AVAILABLE RECORDS -
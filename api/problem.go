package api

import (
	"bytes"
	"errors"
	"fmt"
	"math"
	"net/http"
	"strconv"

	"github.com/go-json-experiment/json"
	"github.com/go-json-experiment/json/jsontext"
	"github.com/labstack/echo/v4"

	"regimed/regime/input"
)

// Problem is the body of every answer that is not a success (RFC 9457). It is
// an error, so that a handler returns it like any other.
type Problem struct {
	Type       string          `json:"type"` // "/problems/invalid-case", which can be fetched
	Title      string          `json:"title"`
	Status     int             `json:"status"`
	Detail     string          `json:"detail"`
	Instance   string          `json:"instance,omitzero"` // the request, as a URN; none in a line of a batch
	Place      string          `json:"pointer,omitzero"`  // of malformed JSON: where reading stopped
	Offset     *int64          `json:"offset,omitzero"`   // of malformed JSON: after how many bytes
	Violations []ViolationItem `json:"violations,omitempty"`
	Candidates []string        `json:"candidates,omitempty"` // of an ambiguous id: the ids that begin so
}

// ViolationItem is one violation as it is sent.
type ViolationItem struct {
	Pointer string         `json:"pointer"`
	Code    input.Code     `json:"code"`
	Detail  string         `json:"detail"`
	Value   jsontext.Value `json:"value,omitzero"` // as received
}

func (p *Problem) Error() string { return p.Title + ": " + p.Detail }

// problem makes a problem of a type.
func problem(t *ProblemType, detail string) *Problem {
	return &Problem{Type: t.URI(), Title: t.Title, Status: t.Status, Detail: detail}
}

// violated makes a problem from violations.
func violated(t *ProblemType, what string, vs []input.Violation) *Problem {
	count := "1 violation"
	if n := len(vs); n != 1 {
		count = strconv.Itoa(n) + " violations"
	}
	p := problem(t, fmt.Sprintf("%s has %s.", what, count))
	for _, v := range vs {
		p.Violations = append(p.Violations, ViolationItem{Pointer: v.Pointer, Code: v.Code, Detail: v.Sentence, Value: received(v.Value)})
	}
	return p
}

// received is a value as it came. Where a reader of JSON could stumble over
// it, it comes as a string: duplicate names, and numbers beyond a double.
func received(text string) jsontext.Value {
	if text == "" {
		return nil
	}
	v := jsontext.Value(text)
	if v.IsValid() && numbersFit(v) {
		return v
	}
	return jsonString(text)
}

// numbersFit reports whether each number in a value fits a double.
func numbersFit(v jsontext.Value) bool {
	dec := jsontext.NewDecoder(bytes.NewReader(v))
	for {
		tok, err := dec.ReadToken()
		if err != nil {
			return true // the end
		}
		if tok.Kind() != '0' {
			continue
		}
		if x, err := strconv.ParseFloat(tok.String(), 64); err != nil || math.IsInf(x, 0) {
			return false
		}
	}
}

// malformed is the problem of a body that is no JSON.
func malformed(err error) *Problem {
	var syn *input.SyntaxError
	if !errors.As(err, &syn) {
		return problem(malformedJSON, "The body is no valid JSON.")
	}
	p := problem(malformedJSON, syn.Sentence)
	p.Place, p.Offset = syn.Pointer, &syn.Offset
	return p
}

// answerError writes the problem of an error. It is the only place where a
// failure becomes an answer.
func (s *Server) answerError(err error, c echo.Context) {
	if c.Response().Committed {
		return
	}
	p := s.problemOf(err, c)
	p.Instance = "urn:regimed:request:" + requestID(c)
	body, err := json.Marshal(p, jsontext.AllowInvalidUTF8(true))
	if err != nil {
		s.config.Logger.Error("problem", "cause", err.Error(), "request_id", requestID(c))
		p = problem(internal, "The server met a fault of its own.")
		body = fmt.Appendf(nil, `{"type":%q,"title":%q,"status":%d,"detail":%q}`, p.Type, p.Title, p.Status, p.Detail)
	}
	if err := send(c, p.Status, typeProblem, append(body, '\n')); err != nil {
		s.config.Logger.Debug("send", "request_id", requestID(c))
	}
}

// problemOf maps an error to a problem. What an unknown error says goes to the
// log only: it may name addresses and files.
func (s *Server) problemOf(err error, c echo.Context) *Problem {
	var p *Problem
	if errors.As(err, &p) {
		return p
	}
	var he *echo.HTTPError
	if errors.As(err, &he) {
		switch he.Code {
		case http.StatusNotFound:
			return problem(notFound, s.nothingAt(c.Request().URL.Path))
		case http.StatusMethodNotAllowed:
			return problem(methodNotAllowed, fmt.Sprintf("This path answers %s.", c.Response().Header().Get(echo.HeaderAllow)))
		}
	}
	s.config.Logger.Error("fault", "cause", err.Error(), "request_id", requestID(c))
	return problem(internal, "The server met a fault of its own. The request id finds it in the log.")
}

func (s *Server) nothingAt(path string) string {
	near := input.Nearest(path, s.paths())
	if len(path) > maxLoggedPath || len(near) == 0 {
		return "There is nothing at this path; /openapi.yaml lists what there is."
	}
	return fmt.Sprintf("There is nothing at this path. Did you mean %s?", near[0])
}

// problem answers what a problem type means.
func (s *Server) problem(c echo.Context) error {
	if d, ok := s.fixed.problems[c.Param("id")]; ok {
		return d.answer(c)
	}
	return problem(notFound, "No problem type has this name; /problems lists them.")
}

YOUR OBJECTIVE - Exactly as shown above, write out all the records.

EXERCISE ANSWER -
filename api/problem.go
package api

import (
	"bytes"
	"errors"
	"fmt"
	"math"
	"net/http"
	"strconv"

	"github.com/go-json-experiment/json"
	"github.com/go-json-experiment/json/jsontext"
	"github.com/labstack/echo/v4"

	"regimed/regime/input"
)

// Problem is the body of every answer that is not a success (RFC 9457). It is
// an error, so that a handler returns it like any other.
type Problem struct {
	Type       string          `json:"type"` // "/problems/invalid-case", which can be fetched
	Title      string          `json:"title"`
	Status     int             `json:"status"`
	Detail     string          `json:"detail"`
	Instance   string          `json:"instance,omitzero"` // the request, as a URN; none in a line of a batch
	Place      string          `json:"pointer,omitzero"`  // of malformed JSON: where reading stopped
	Offset     *int64          `json:"offset,omitzero"`   // of malformed JSON: after how many bytes
	Violations []ViolationItem `json:"violations,omitempty"`
	Candidates []string        `json:"candidates,omitempty"` // of an ambiguous id: the ids that begin so
}

// ViolationItem is one violation as it is sent.
type ViolationItem struct {
	Pointer string         `json:"pointer"`
	Code    input.Code     `json:"code"`
	Detail  string         `json:"detail"`
	Value   jsontext.Value `json:"value,omitzero"` // as received
}

func (p *Problem) Error() string { return p.Title + ": " + p.Detail }

// problem makes a problem of a type.
func problem(t *ProblemType, detail string) *Problem {
	return &Problem{Type: t.URI(), Title: t.Title, Status: t.Status, Detail: detail}
}

// violated makes a problem from violations.
func violated(t *ProblemType, what string, vs []input.Violation) *Problem {
	count := "1 violation"
	if n := len(vs); n != 1 {
		count = strconv.Itoa(n) + " violations"
	}
	p := problem(t, fmt.Sprintf("%s has %s.", what, count))
	for _, v := range vs {
		p.Violations = append(p.Violations, ViolationItem{Pointer: v.Pointer, Code: v.Code, Detail: v.Sentence, Value: received(v.Value)})
	}
	return p
}

// received is a value as it came. Where a reader of JSON could stumble over
// it, it comes as a string: duplicate names, and numbers beyond a double.
func received(text string) jsontext.Value {
	if text == "" {
		return nil
	}
	v := jsontext.Value(text)
	if v.IsValid() && numbersFit(v) {
		return v
	}
	return jsonString(text)
}

// numbersFit reports whether each number in a value fits a double.
func numbersFit(v jsontext.Value) bool {
	dec := jsontext.NewDecoder(bytes.NewReader(v))
	for {
		tok, err := dec.ReadToken()
		if err != nil {
			return true // the end
		}
		if tok.Kind() != '0' {
			continue
		}
		if x, err := strconv.ParseFloat(tok.String(), 64); err != nil || math.IsInf(x, 0) {
			return false
		}
	}
}

// malformed is the problem of a body that is no JSON.
func malformed(err error) *Problem {
	var syn *input.SyntaxError
	if !errors.As(err, &syn) {
		return problem(malformedJSON, "The body is no valid JSON.")
	}
	p := problem(malformedJSON, syn.Sentence)
	p.Place, p.Offset = syn.Pointer, &syn.Offset
	return p
}

// answerError writes the problem of an error. It is the only place where a
// failure becomes an answer.
func (s *Server) answerError(err error, c echo.Context) {
	if c.Response().Committed {
		return
	}
	p := s.problemOf(err, c)
	p.Instance = "urn:regimed:request:" + requestID(c)
	body, err := json.Marshal(p, jsontext.AllowInvalidUTF8(true))
	if err != nil {
		s.config.Logger.Error("problem", "cause", err.Error(), "request_id", requestID(c))
		p = problem(internal, "The server met a fault of its own.")
		body = fmt.Appendf(nil, `{"type":%q,"title":%q,"status":%d,"detail":%q}`, p.Type, p.Title, p.Status, p.Detail)
	}
	if err := send(c, p.Status, typeProblem, append(body, '\n')); err != nil {
		s.config.Logger.Debug("send", "request_id", requestID(c))
	}
}

// problemOf maps an error to a problem. What an unknown error says goes to the
// log only: it may name addresses and files.
func (s *Server) problemOf(err error, c echo.Context) *Problem {
	var p *Problem
	if errors.As(err, &p) {
		return p
	}
	var he *echo.HTTPError
	if errors.As(err, &he) {
		switch he.Code {
		case http.StatusNotFound:
			return problem(notFound, s.nothingAt(c.Request().URL.Path))
		case http.StatusMethodNotAllowed:
			return problem(methodNotAllowed, fmt.Sprintf("This path answers %s.", c.Response().Header().Get(echo.HeaderAllow)))
		}
	}
	s.config.Logger.Error("fault", "cause", err.Error(), "request_id", requestID(c))
	return problem(internal, "The server met a fault of its own. The request id finds it in the log.")
}

func (s *Server) nothingAt(path string) string {
	near := input.Nearest(path, s.paths())
	if len(path) > maxLoggedPath || len(near) == 0 {
		return "There is nothing at this path; /openapi.yaml lists what there is."
	}
	return fmt.Sprintf("There is nothing at this path. Did you mean %s?", near[0])
}

// problem answers what a problem type means.
func (s *Server) problem(c echo.Context) error {
	if d, ok := s.fixed.problems[c.Param("id")]; ok {
		return d.answer(c)
	}
	return problem(notFound, "No problem type has this name; /problems lists them.")
}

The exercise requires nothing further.